### Provided entries
=== Begin Enclosure ===
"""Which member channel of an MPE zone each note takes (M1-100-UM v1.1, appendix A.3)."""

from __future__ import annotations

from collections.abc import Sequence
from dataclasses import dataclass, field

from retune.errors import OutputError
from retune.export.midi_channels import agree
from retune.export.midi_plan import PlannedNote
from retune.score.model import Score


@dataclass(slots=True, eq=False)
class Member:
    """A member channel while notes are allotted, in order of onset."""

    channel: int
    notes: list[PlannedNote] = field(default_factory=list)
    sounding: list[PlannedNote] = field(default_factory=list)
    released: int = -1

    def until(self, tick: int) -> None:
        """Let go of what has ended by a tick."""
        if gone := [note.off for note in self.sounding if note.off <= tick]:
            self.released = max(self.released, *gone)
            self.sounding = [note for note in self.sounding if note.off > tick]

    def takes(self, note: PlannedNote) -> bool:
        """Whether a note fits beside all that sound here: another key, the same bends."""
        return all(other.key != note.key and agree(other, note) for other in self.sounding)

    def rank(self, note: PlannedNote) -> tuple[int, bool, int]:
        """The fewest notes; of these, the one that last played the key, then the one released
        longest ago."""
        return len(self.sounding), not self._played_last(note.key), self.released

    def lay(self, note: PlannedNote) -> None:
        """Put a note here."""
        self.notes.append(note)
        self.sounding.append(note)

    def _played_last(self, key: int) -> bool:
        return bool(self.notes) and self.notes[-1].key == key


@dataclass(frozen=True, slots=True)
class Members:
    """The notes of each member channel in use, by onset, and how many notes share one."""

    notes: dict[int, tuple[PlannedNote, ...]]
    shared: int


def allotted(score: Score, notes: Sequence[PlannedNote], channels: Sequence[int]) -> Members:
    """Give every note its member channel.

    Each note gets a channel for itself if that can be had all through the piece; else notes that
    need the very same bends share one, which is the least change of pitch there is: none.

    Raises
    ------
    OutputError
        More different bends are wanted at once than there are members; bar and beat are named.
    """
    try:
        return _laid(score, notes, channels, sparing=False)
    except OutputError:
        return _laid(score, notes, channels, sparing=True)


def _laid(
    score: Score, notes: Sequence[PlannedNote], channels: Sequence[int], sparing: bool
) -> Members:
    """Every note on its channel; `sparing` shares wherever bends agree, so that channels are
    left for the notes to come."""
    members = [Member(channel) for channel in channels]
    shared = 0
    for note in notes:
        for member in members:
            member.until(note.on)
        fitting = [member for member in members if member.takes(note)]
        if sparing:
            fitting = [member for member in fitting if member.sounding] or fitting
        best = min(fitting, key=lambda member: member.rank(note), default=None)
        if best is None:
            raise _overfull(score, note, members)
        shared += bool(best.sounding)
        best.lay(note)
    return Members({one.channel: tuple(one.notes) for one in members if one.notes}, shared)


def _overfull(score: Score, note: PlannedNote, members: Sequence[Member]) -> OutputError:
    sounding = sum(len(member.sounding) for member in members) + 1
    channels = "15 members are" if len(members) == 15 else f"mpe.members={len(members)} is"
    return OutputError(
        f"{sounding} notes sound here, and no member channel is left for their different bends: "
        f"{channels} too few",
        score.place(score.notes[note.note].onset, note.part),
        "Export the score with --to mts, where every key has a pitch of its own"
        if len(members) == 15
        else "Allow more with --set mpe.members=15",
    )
=== End Enclosure ===
=== Begin Enclosure ===
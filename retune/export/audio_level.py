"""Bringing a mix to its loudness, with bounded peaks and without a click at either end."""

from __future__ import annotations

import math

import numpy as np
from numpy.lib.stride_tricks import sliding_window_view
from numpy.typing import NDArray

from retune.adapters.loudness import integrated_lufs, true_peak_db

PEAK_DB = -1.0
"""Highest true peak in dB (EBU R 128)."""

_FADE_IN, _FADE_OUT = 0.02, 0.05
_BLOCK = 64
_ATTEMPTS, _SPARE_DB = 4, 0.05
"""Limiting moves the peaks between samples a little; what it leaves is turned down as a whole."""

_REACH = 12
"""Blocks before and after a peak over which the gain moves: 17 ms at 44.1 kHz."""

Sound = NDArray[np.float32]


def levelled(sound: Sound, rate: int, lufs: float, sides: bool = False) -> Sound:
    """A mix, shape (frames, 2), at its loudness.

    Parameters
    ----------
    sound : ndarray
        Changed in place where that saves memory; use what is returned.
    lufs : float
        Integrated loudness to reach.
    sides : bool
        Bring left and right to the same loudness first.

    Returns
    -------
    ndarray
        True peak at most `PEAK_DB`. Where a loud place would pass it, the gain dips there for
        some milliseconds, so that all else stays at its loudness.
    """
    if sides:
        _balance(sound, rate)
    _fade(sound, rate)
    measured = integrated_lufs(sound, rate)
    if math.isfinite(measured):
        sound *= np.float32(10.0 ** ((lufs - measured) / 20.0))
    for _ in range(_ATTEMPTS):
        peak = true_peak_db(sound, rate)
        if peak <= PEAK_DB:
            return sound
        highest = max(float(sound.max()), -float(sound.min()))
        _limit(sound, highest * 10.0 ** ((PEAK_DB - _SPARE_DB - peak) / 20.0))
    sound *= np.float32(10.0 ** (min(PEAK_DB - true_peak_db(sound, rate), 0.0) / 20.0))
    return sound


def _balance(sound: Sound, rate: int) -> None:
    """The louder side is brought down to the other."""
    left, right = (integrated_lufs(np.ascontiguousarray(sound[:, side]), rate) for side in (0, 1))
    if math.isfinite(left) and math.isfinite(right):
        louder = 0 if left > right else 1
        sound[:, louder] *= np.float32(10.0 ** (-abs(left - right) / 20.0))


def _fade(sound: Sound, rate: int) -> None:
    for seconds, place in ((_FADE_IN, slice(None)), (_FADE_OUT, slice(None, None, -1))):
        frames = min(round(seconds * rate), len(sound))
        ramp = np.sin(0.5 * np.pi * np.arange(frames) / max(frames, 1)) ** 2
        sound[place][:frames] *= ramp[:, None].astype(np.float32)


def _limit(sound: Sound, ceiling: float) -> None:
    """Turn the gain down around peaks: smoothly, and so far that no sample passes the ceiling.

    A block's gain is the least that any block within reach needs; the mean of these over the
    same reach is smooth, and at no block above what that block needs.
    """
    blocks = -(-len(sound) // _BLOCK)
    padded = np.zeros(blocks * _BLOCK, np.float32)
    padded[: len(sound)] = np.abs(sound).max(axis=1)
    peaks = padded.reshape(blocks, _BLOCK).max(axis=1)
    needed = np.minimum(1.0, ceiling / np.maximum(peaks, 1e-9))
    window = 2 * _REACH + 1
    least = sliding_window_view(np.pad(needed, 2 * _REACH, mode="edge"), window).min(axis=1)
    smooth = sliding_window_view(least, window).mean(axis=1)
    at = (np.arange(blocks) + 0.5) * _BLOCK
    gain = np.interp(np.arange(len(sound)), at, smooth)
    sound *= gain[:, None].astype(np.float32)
=== End Enclosure ===
### Task details
Out of the entries above, write out only the lines between the line holding "member channel of" and the line holding "self.released = max(self.released, *gone)", inclusive, each exactly as given.

### Output for this task
"""Which member channel of an MPE zone each note takes (M1-100-UM v1.1, appendix A.3)."""

from __future__ import annotations

from collections.abc import Sequence
from dataclasses import dataclass, field

from retune.errors import OutputError
from retune.export.midi_channels import agree
from retune.export.midi_plan import PlannedNote
from retune.score.model import Score


@dataclass(slots=True, eq=False)
class Member:
    """A member channel while notes are allotted, in order of onset."""

    channel: int
    notes: list[PlannedNote] = field(default_factory=list)
    sounding: list[PlannedNote] = field(default_factory=list)
    released: int = -1

    def until(self, tick: int) -> None:
        """Let go of what has ended by a tick."""
        if gone := [note.off for note in self.sounding if note.off <= tick]:
            self.released = max(self.released, *gone)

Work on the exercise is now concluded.